### What this task involves
Your answer should be a number only: the count of lines in the following entries that contain "problem".

### Given data
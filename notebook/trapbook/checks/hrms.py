"""HRMS and the product's formula: a found m/z far from the calculated one, or a product
whose formula is neither intermediate + trap nor one of the listed by-products, usually
means a wrong structure, a wrong ion, or a product nobody expected (worth a second look)."""

from __future__ import annotations

from ..trapping import expected_formulas, run_hrms
from .context import Context
from .finding import Finding


def check_hrms(ctx: Context) -> list[Finding]:
    """Found against calculated m/z, with the lab's threshold (`hrms_ppm_max`)."""
    out: list[Finding] = []
    limit = ctx.settings.hrms_ppm_max
    for row in run_hrms(ctx.run):
        if "problem" in row:
            msg = (
                f"HRMS is recorded for '{row['product']}' ({row['ion']} found {row['found_mz']:.4f}), but {row['problem']}. "
                "Add the product's SMILES to its line."
            )
            out.append(Finding("hrms-uncalculable", "note", msg, [row["product"]]))
        elif abs(row["ppm"]) > limit:
            msg = (
                f"HRMS of '{row['product']}': {row['ion']} calcd for {row['ion_formula']} {row['calcd_mz']:.4f}, "
                f"found {row['found_mz']:.4f}, {row['ppm']:+.1f} ppm, beyond the lab's limit of {limit:g} ppm. "
                "Check the ion, the product's structure and the spectrometer's calibration."
            )
            out.append(Finding("hrms-off", "warn", msg, [row["product"]]))
    return out


def check_product_formula(ctx: Context) -> list[Finding]:
    """A recorded product's formula against the adduct and the listed by-products."""
    from ..chemistry.masses import element_counts, hill_formula

    run = ctx.run
    lines = [run.line(res.product) for res in (run.outcome.products if run.outcome else [])]
    lines = [ln for ln in lines if ln is not None and ln.smiles]
    if not lines or not run.lines_by_role("trap"):
        return []
    expected = expected_formulas(run)
    out = []
    for line in lines:
        formula = hill_formula(element_counts(line.smiles))
        if formula not in expected:
            adducts = ", ".join(f"{f} ({what})" for f, what in sorted(expected.items()) if what.startswith("adduct"))
            others = ", ".join(f for f, what in sorted(expected.items()) if not what.startswith("adduct"))
            msg = (
                f"The product '{line.name}' is {formula}, which is neither intermediate + trap ({adducts}) nor a "
                f"listed by-product ({others}). Check its SMILES; if it is right, it is an unexpected product "
                "worth a second look ('trapbook products' lists the expected ones)."
            )
            out.append(Finding("product-formula-unexpected", "warn", msg, [line.name]))
    return out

### Output for this task
2